◆ TASK INSTRUCTIONS ◆
Wherever "dict" appears in the records below, copy the line that holds it.
Segment Start: RECORD SET
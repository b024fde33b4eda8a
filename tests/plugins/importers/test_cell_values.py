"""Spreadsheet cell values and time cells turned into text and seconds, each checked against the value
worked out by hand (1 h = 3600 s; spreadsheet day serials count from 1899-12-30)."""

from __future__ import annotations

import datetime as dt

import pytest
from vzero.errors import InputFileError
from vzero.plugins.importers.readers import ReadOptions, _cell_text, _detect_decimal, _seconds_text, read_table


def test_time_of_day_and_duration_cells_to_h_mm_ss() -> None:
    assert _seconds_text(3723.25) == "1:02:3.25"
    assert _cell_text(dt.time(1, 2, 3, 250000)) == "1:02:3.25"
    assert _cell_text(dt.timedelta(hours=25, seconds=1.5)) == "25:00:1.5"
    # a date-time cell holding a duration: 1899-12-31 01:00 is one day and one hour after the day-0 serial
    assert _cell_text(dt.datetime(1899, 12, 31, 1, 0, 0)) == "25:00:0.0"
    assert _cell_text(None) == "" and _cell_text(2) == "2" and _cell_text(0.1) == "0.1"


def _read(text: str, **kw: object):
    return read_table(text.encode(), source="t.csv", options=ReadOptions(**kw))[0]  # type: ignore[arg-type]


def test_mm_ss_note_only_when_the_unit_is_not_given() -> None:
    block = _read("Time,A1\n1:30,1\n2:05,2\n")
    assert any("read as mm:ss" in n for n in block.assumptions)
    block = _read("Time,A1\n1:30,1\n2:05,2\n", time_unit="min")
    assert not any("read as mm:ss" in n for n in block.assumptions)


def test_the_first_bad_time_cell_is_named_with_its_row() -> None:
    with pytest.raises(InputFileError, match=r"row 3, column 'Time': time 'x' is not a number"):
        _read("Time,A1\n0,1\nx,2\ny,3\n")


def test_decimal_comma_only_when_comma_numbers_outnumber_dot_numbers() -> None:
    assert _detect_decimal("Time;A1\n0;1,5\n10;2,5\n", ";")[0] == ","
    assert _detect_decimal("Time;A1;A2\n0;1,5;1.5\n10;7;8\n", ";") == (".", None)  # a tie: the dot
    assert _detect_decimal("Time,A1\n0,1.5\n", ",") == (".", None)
Segment End: RECORD SET
Segment Start: RECORD SET
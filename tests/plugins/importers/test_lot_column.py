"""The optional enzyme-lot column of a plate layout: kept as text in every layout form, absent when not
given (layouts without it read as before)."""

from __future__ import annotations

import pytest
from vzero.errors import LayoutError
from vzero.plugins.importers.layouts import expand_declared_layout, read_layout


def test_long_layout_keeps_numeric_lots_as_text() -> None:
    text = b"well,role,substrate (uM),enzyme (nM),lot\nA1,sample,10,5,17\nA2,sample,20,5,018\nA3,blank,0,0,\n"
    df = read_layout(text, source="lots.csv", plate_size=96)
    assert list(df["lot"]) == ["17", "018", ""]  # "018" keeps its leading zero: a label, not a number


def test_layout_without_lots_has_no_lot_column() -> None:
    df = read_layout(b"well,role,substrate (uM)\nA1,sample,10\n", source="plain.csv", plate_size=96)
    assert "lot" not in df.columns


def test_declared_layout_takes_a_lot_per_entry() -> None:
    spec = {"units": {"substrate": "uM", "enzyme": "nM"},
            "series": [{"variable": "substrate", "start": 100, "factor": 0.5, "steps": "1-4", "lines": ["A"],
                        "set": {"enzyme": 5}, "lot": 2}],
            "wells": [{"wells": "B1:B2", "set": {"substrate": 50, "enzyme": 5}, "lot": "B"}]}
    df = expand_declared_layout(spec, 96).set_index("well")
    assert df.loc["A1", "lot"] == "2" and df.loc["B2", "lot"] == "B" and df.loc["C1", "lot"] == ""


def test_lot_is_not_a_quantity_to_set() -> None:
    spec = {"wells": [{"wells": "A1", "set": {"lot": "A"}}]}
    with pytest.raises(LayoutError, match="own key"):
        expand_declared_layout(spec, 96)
Segment End: RECORD SET
Segment Start: RECORD SET
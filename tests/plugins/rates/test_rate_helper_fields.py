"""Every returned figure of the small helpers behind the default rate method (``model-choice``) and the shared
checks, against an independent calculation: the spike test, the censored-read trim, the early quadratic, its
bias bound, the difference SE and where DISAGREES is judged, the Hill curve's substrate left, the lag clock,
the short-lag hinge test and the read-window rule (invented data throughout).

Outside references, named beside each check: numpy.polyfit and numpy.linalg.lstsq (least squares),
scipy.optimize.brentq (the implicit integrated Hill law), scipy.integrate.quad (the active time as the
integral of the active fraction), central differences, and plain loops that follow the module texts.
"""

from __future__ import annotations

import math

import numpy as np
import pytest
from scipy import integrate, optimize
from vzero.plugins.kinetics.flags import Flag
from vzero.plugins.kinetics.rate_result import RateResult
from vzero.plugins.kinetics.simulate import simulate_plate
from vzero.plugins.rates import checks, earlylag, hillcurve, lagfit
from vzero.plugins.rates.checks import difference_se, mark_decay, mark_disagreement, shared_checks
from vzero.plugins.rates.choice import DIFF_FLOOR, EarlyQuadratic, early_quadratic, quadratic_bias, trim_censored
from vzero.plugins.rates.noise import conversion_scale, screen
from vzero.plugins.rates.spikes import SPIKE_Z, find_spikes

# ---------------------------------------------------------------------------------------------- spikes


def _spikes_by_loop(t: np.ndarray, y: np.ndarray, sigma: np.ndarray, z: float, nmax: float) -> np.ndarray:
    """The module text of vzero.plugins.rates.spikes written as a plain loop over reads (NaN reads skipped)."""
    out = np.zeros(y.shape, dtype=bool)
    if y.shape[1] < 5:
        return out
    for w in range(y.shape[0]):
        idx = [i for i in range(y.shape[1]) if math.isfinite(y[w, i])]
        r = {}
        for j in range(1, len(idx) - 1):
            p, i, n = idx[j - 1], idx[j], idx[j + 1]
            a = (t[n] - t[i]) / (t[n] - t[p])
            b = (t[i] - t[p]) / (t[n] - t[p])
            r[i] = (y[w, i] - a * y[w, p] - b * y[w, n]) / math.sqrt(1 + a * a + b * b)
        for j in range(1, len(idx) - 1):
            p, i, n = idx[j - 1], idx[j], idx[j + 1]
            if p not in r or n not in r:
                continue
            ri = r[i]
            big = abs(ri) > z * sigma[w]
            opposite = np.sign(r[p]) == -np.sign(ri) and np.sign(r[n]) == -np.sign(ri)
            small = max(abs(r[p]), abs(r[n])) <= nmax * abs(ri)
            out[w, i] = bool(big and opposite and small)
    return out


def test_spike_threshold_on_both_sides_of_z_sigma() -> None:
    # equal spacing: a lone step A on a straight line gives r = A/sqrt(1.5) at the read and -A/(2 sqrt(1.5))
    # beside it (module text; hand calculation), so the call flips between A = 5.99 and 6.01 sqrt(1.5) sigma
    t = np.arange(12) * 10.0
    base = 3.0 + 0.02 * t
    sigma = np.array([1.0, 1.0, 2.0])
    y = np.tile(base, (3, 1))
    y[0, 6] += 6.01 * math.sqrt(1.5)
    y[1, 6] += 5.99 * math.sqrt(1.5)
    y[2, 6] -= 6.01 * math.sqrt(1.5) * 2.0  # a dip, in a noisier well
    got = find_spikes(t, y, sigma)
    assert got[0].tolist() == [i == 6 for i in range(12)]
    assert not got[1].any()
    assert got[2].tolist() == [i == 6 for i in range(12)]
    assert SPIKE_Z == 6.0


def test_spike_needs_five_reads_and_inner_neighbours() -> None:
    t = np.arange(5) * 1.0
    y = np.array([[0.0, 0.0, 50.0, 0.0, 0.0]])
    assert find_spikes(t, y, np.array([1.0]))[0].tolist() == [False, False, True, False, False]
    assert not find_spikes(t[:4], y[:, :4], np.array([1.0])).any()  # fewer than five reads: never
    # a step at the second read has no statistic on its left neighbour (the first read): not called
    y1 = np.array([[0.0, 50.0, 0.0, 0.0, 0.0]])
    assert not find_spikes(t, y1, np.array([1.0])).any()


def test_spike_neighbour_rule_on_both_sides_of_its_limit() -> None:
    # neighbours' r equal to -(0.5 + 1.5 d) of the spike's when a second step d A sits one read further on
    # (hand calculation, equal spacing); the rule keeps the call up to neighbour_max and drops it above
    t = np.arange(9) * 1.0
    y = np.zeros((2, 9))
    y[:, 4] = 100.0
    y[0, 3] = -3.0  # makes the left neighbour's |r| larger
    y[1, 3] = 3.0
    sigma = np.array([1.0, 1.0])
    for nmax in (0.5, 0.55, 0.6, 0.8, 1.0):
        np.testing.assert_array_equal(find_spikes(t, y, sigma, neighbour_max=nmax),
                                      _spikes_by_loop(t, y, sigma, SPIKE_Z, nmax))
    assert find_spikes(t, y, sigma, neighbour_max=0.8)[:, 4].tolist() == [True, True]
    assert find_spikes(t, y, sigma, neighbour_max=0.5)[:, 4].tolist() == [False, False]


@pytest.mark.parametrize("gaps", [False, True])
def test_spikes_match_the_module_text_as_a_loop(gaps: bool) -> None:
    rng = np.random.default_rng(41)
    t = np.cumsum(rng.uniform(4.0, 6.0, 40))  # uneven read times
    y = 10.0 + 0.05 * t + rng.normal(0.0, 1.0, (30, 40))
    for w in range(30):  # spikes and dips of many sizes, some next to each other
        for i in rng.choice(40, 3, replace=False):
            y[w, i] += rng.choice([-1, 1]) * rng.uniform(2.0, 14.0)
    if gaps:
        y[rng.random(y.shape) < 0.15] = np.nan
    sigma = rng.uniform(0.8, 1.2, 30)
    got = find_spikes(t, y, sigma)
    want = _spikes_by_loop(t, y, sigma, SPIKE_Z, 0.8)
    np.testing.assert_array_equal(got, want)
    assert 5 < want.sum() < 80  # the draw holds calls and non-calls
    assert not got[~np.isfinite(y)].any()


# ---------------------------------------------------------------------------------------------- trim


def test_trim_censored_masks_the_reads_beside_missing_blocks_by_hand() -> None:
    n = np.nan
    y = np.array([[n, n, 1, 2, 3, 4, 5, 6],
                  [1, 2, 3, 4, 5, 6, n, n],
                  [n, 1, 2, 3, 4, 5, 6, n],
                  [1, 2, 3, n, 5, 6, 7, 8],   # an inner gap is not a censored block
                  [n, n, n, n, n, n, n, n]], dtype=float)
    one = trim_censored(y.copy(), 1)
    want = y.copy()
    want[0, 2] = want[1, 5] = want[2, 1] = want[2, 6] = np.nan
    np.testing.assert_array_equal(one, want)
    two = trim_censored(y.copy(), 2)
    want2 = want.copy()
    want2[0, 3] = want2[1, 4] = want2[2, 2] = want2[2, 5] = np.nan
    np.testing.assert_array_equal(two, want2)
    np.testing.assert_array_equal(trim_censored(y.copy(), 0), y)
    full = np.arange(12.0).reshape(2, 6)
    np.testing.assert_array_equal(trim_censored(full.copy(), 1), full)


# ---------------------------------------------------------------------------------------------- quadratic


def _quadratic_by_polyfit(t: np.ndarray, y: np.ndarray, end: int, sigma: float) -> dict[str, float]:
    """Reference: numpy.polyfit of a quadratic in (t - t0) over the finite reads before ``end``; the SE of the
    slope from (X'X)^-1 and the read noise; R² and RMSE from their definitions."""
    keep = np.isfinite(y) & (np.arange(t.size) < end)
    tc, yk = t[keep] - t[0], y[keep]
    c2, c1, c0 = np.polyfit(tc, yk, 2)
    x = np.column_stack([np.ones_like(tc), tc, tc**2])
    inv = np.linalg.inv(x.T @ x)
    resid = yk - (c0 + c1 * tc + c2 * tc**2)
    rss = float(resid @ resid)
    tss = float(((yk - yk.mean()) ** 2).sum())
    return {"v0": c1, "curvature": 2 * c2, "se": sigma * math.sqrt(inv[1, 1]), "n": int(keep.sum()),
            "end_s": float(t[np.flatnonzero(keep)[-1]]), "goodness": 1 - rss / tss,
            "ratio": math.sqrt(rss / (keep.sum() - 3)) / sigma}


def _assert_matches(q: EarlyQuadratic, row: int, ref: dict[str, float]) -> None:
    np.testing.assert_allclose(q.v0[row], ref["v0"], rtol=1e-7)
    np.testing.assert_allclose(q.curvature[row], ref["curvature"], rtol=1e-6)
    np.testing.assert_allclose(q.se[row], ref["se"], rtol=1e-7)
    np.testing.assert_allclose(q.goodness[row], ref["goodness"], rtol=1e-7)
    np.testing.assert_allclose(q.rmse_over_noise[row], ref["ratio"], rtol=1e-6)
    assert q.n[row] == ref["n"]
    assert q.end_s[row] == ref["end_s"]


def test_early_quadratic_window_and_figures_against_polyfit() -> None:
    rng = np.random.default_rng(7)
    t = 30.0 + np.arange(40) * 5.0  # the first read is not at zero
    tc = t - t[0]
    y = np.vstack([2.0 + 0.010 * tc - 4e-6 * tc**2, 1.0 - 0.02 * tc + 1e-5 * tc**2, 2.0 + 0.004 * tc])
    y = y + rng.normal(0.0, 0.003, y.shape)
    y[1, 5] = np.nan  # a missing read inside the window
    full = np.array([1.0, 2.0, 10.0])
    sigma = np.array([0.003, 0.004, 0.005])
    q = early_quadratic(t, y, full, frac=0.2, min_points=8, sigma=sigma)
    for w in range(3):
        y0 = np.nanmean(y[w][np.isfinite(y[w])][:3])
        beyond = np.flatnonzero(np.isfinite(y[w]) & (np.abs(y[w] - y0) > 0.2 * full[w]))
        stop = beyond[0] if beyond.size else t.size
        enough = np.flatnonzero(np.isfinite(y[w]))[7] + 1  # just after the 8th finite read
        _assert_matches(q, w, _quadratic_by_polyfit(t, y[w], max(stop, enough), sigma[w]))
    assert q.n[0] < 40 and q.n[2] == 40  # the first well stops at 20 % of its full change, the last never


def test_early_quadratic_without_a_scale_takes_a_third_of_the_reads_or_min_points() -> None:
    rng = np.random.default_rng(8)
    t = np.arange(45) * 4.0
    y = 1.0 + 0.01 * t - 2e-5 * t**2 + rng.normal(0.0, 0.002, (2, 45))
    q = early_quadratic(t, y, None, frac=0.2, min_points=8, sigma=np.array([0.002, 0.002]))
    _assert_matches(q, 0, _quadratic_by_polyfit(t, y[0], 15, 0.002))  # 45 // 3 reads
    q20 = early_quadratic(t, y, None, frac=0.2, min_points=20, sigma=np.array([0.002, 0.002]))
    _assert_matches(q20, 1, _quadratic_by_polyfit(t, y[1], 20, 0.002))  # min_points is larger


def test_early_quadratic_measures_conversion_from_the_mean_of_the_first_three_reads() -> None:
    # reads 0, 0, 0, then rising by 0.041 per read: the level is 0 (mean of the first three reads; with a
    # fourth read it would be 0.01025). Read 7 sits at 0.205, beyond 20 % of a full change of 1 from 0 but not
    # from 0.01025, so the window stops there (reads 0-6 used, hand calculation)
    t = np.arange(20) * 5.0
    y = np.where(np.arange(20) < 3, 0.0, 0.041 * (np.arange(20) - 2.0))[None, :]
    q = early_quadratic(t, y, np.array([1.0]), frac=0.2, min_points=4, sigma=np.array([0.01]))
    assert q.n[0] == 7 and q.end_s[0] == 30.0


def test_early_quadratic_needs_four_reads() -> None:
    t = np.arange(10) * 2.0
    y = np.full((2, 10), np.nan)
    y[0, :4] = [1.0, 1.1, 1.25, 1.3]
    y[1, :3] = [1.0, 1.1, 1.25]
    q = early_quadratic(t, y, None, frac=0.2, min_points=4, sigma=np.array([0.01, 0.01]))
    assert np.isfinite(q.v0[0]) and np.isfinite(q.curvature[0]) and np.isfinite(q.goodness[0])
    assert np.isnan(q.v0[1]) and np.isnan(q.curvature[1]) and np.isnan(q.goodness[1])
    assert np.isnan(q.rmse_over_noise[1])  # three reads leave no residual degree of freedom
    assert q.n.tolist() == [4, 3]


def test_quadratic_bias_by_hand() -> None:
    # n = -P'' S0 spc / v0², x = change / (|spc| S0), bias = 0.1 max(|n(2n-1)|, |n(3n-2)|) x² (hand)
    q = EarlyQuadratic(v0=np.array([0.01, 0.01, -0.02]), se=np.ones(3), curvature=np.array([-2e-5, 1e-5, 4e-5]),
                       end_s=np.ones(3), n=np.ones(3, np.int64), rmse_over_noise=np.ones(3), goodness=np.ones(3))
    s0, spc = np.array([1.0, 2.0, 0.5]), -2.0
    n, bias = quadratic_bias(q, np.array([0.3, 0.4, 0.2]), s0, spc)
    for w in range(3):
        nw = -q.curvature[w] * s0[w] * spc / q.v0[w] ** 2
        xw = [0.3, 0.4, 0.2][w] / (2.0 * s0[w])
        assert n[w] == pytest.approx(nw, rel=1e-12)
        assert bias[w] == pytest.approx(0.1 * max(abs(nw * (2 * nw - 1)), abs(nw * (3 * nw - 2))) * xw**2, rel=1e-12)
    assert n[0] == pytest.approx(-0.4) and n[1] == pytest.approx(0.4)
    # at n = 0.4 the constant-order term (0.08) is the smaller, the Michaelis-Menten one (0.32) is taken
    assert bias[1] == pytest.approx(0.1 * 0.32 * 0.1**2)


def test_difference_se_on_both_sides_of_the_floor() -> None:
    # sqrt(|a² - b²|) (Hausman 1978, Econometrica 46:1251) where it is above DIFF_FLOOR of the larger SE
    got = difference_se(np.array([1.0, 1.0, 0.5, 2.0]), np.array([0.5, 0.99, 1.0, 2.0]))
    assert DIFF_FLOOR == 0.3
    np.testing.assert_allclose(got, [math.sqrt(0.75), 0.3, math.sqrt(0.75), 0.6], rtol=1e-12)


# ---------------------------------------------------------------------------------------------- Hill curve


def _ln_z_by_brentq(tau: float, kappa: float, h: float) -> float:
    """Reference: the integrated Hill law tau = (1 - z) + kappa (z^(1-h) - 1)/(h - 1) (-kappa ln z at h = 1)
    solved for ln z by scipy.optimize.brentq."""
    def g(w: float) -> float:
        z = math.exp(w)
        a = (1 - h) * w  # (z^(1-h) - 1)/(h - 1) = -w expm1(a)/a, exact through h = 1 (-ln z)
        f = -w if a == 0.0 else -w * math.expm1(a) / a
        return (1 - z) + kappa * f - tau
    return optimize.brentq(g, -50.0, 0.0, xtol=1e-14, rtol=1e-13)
Segment End: RECORD SET
◆ WORKED SOLUTION ◆
def _quadratic_by_polyfit(t: np.ndarray, y: np.ndarray, end: int, sigma: float) -> dict[str, float]:
def _assert_matches(q: EarlyQuadratic, row: int, ref: dict[str, float]) -> None:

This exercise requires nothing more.